= Bachelor of Medical Sciences =

Academic degree

A Bachelor of Medical Sciences (BMedSci, BMedSc, BSc(Med), BMSc) is an undergraduate academic degree involving study of a variety of disciplines related to human health leading to an in depth understanding of human biology and associated research skills such as study design, statistics and laboratory techniques. Such disciplines include biochemistry, cell biology, physiology, pharmacology or psychosocial aspects of health. It is an equivalent level qualification to the more commonly awarded Bachelor of Science (BSc). Graduates may enter a diverse range of roles including post-graduate study, higher education, the biotechnology industry, the pharmaceutical industry, consultancy roles, scientific communication, education or unrelated disciplines which make use of the broad range of transferable skills gained through this degree.

==Australia==
In Australia, the Bachelor of Medical Sciences (BMedSc) degree is offered by The University of Adelaide, Griffith University, University of New South Wales, University of Sydney, Monash University, Australian National University, University of Western Sydney, University of Newcastle, Flinders University, Charles Sturt University, Macquarie University , Central Queensland University and The University of the Sunshine Coast.

==Canada==
At the University of Western Ontario, BMSc is a four-year degree offered by the Schulich School of Medicine & Dentistry. It is differentiated from a BSc due to the advanced medical sciences orientation of the courses offered such as Anatomy and Pharmacology.

The University of Alberta offers a BMSc to Faculty of Medicine and Dentistry students who did not complete a bachelor's degree prior to entry into the program.

==India==
In India, BMSc is an undergraduate degree offered by universities like Panjab University, Punjabi University, Indian Institutes of Technology and the R. G. Kar Medical College and Hospital.

==United Kingdom==
In the United Kingdom, the Bachelor of Medical Sciences degree can be awarded in four situations; firstly as a standalone 3-year first degree, secondly, as a consequence of taking an extra year during a medical or dental course (termed intercalating), thirdly as an additional part of a medical degree but without any additional years of study, and fourthly as an exit award if a student wishes to leave their primary medical or dental undergraduate course.
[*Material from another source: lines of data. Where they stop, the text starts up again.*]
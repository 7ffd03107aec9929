//! Adaptive explicit Runge–Kutta integration in floating point.
//!
//! This module owns the Dormand–Prince 5(4) embedded pair with its
//! step-size controller and the driver that reports the state at a list of
//! output times. It works on plain `f64` slices and knows nothing about
//! expressions, sessions or how a right-hand side was built: callers hand
//! in anything that implements [`Rhs`].
//!
//! Method: J. R. Dormand and P. J. Prince, "A family of embedded
//! Runge–Kutta formulae", J. Comput. Appl. Math. 6 (1980) 19–26 (from
//! memory). The fifth-order solution is propagated (local extrapolation),
//! the last stage is evaluated at the new point so it serves as the first
//! stage of the next step ("first same as last").
//!
//! Step-size control follows E. Hairer, S. P. Nørsett and G. Wanner,
//! "Solving Ordinary Differential Equations I", 2nd ed. (1993), §II.4 (from
//! memory): the mixed absolute/relative root-mean-square error norm, the
//! update `h_new = h · min(facmax, max(facmin, fac · err^(-1/5)))`, no growth
//! directly after a rejected step, and the automatic choice of the initial
//! step from the size of `y0`, `f(t0, y0)` and a difference quotient.

use std::fmt;

/// Tolerances and limits for [`integrate_at`].
#[derive(Clone, Debug, PartialEq)]
pub(crate) struct OdeOptions {
    /// Relative tolerance per component (must be non-negative).
    pub rtol: f64,
    /// Absolute tolerance per component (must be non-negative; `rtol` and
    /// `atol` must not both be zero).
    pub atol: f64,
    /// Largest step size allowed (positive; `f64::INFINITY` for no limit).
    pub h_max: f64,
    /// Largest number of attempted steps, accepted and rejected together.
    pub max_steps: usize,
}

impl Default for OdeOptions {
    fn default() -> Self {
        OdeOptions {
            rtol: 1e-10,
            atol: 1e-12,
            h_max: f64::INFINITY,
            max_steps: 10_000_000,
        }
    }
}

/// Why an integration stopped before reaching its last output time.
#[derive(Clone, Debug, PartialEq)]
pub(crate) enum OdeError {
    /// The solution or the right-hand side stopped being finite near `t`
    /// (typically a blow-up) and smaller steps did not help.
    NonFinite {
        /// Time of the last good state.
        t: f64,
    },
    /// The step size needed to meet the tolerance fell below what the
    /// floating-point resolution of `t` allows (a singularity or stiffness).
    StepTooSmall {
        /// Time of the last good state.
        t: f64,
    },
    /// The step budget [`OdeOptions::max_steps`] was used up.
    TooManySteps {
        /// Time of the last good state.
        t: f64,
        /// Number of attempted steps when the budget ran out.
        steps: usize,
    },
    /// The caller's cancellation check returned true.
    Cancelled {
        /// Time of the last good state.
        t: f64,
    },
    /// The inputs cannot describe an integration (the payload says which).
    InvalidInput {
        /// Which input was rejected and why.
        reason: &'static str,
    },
}

impl fmt::Display for OdeError {
    fn fmt(&self, f: &mut fmt::Formatter<'_>) -> fmt::Result {
        match self {
            OdeError::NonFinite { t } => write!(
                f,
                "the solution stopped being finite near t = {t} (blow-up?)"
            ),
            OdeError::StepTooSmall { t } => write!(
                f,
                "step size became too small at t = {t} (singularity or stiffness?)"
            ),
            OdeError::TooManySteps { t, steps } => write!(
                f,
                "gave up after {steps} steps at t = {t} (a fixed limit): the system is very stiff \
                 or oscillates very fast there; shorten the horizon or rescale the system"
            ),
            OdeError::Cancelled { t } => write!(f, "integration cancelled at t = {t}"),
            OdeError::InvalidInput { reason } => write!(f, "invalid integration input: {reason}"),
        }
    }
}

impl std::error::Error for OdeError {}

/// A right-hand side `y' = f(t, y)`.
///
/// `eval` writes `f(t, y)` into `dy`, which has the same length as `y`.
/// It takes `&mut self` so an implementation may keep scratch space or
/// counters. Non-finite values written into `dy` are handled by the
/// integrator (the step is retried smaller, then reported), never a panic.
pub(crate) trait Rhs {
    /// Write `f(t, y)` into `dy`.
    fn eval(&mut self, t: f64, y: &[f64], dy: &mut [f64]);
}

impl<F: FnMut(f64, &[f64], &mut [f64])> Rhs for F {
    fn eval(&mut self, t: f64, y: &[f64], dy: &mut [f64]) {
        self(t, y, dy)
    }
}

/// Work counters of one integration.
#[derive(Clone, Copy, Debug, Default, PartialEq, Eq)]
pub(crate) struct OdeStats {
    /// Accepted steps.
    pub steps: usize,
    /// Rejected steps (error too large or non-finite values).
    pub rejected: usize,
    /// Evaluations of the right-hand side.
    pub evals: usize,
}

/// The result of [`integrate_at`].
#[derive(Clone, Debug, PartialEq)]
pub(crate) struct OdeOutput {
    /// `states[i]` is the state at `times[i]`.
    pub states: Vec<Vec<f64>>,
    /// Work done to get there.
    pub stats: OdeStats,
}

/// Integrate `y' = f(t, y)`, `y(t0) = y0`, and report the state at each of
/// the output `times`.
///
/// The times must be finite and monotone away from `t0`: all `>= t0` and
/// non-decreasing (forward), or all `<= t0` and non-increasing (backward).
/// Each output time is hit exactly by shortening the step that would pass
/// it, not by interpolation, so the reported states carry the full
/// fifth-order accuracy. `cancel` is polled before every step attempt;
/// `progress(t)` is called every 1000 attempted steps with the current time.
pub(crate) fn integrate_at<R: Rhs + ?Sized>(
    rhs: &mut R,
    t0: f64,
    y0: &[f64],
    times: &[f64],
    opts: &OdeOptions,
    cancel: &dyn Fn() -> bool,
    progress: &mut dyn FnMut(f64),
) -> Result<OdeOutput, OdeError> {
    validate(t0, y0, times, opts)?;
    let dim = y0.len();
    let mut stats = OdeStats::default();
    let mut states = Vec::with_capacity(times.len());
    let dir = match times.last() {
        Some(&t_last) if t_last < t0 => -1.0,
        _ => 1.0,
    };
    if dim == 0 {
        states.resize(times.len(), Vec::new());
        return Ok(OdeOutput { states, stats });
    }

    let mut work = Stages::new(dim);
    let y = y0.to_vec();
    rhs.eval(t0, &y, &mut work.k[0]);
    stats.evals += 1;
    if !all_finite(&work.k[0]) {
        return Err(OdeError::NonFinite { t: t0 });
    }

    let t_end = times.last().copied().unwrap_or(t0);
    let span = (t_end - t0).abs();
    let h = initial_step(rhs, t0, &y, dir, &mut work, opts, span);
    stats.evals += 1;
    let mut stepper = Stepper {
        t: t0,
        y,
        h,
        dir,
        just_rejected: false,
        work,
        stats,
    };
    let mut attempts: usize = 0;

    for &t_out in times {
        // Integrate until `t` equals `t_out` exactly.
        while (t_out - stepper.t) * dir > 0.0 {
            let t = stepper.t;
            if cancel() {
                return Err(OdeError::Cancelled { t });
            }
            if attempts >= opts.max_steps {
                return Err(OdeError::TooManySteps { t, steps: attempts });
            }
            attempts += 1;
            if attempts.is_multiple_of(1000) {
                progress(t);
            }
            stepper.attempt(rhs, t_out, opts)?;
        }
        states.push(stepper.y.clone());
    }
    Ok(OdeOutput {
        states,
        stats: stepper.stats,
    })
}

/// The adaptive driver between two step attempts: where it is, the step it
/// proposes next, its stages and its counters.
struct Stepper {
    t: f64,
    y: Vec<f64>,
    /// The proposed size of the next step (positive; `dir` gives the sign).
    h: f64,
    /// 1 forward, −1 backward.
    dir: f64,
    /// Whether the last attempt was rejected (the controller then does not
    /// let the step grow).
    just_rejected: bool,
    work: Stages,
    stats: OdeStats,
}

impl Stepper {
    /// One step attempt towards `t_out`: accepted (the state moves on) or
    /// rejected (only the proposed step shrinks). An error when the step
    /// has shrunk below what `t` can resolve.
    fn attempt<R: Rhs + ?Sized>(
        &mut self,
        rhs: &mut R,
        t_out: f64,
        opts: &OdeOptions,
    ) -> Result<(), OdeError> {
        let t = self.t;
        let h_min = 16.0 * f64::EPSILON * t.abs().max(f64::MIN_POSITIVE);
        if self.h < h_min {
            return Err(if self.work.last_nonfinite {
                OdeError::NonFinite { t }
            } else {
                OdeError::StepTooSmall { t }
            });
        }
        // Shorten the step so it lands on `t_out`; a step that would
        // leave a sliver of less than 1% is stretched to land there too.
        let remaining = (t_out - t).abs();
        let clipped = self.h * 1.01 >= remaining;
        let h_step = if clipped { remaining } else { self.h };

        self.work.step(rhs, t, &self.y, self.dir * h_step);
        self.stats.evals += 6;
        let err = self.work.error_norm(&self.y, opts);
        if !err.is_finite() {
            // Overflow or NaN inside the step: retry much smaller.
            self.work.last_nonfinite = true;
            self.stats.rejected += 1;
            self.just_rejected = true;
            self.h = h_step * FAC_MIN;
            return Ok(());
        }
        self.work.last_nonfinite = false;
        let factor = step_factor(err, self.just_rejected);
        if err <= 1.0 {
            self.stats.steps += 1;
            self.t = if clipped {
                t_out
            } else {
                t + self.dir * h_step
            };
            std::mem::swap(&mut self.y, &mut self.work.y_new);
            // First same as last: the seventh stage is f(t_new, y_new).
            self.work.k.swap(0, 6);
            let h_next = h_step * factor;
            // After a step shortened to hit an output time, keep the
            // step the controller had proposed before the clipping.
            let h = if clipped { h_next.max(self.h) } else { h_next };
            self.h = h.min(opts.h_max);
            self.just_rejected = false;
        } else {
            self.stats.rejected += 1;
            self.h = h_step * factor;
            self.just_rejected = true;
        }
        Ok(())
    }
}

/// One Dormand–Prince step of size `h` (negative to go backward) from
/// `(t, y)` with the fifth-order formula, without error control.
///
/// This is the same stage computation the adaptive driver uses, for the
/// convergence checks with a constant step.
#[cfg(test)]
pub(crate) fn rk_fixed_step<R: Rhs + ?Sized>(rhs: &mut R, t: f64, y: &[f64], h: f64) -> Vec<f64> {
    let mut work = Stages::new(y.len());
    rhs.eval(t, y, &mut work.k[0]);
    work.step(rhs, t, y, h);
    work.y_new
}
When the degree is obtained without any additional years of study, it may not be viewed as an equivalent qualification. For example, the UK Foundation Programme Office (the British body which manages first jobs for new medical graduates) places less value on a BMedSc degree if an additional year of study has not been undertaken. Regardless of the way in which the degree is obtained, a research project typically forms a large component of the degree as well as formal teaching in medical science related disciplines.

Bachelor of Medical Sciences degrees are awarded as a standalone 3-year course by the University of Chester, University of Exeter, University of Birmingham, the University of Sheffield, Bangor University, Oxford Brookes University, De Montfort University, and the University of St Andrews. Medical schools which award an intercalated Bachelor of Medical Sciences after an additional year of study are Barts and The London School of Medicine and Dentistry, the University of Birmingham, the University of Dundee, the University of Edinburgh the University of Aberdeen and the University of Sheffield.
The University of Nottingham and the University of Southampton award the degree as a standard part of their undergraduate medicine courses without an additional year of study (students must undertake a research project).

==Egypt ==
In Egypt, the bachelor of medical sciences is awarded after four years of study in addition to an internship year in which interns are trained in multiple public and university hospitals.

The degree is offered in five universities in Egypt: October 6 University, Misr University for Science and Technology, Pharos University in Alexandria, Beni-Suef University and Menoufia University. Faculties of applied medical sciences offer various disciplines for students to choose from, including medical laboratories, radiology and medical imaging, therapeutic nutrition, and biomedical equipment.

In 2015, the Central Authority For Organization and Administration (CAOA) granted the holders of the bachelor of medical sciences the title of "specialist" in the corresponding specialty.

== Israel ==
BSc.Med is granted by all six medical schools in Israel: the Hebrew University, Tel Aviv University, Ben-Gurion University, the Technion, Bar-Ilan University and Ariel University. The full M.D. program consists of six years of studies and an additional year of internship. The first part of the program consists of three years of basic science (pre-clinical) studies, culminating in the award of a BSc.Med degree in medical sciences.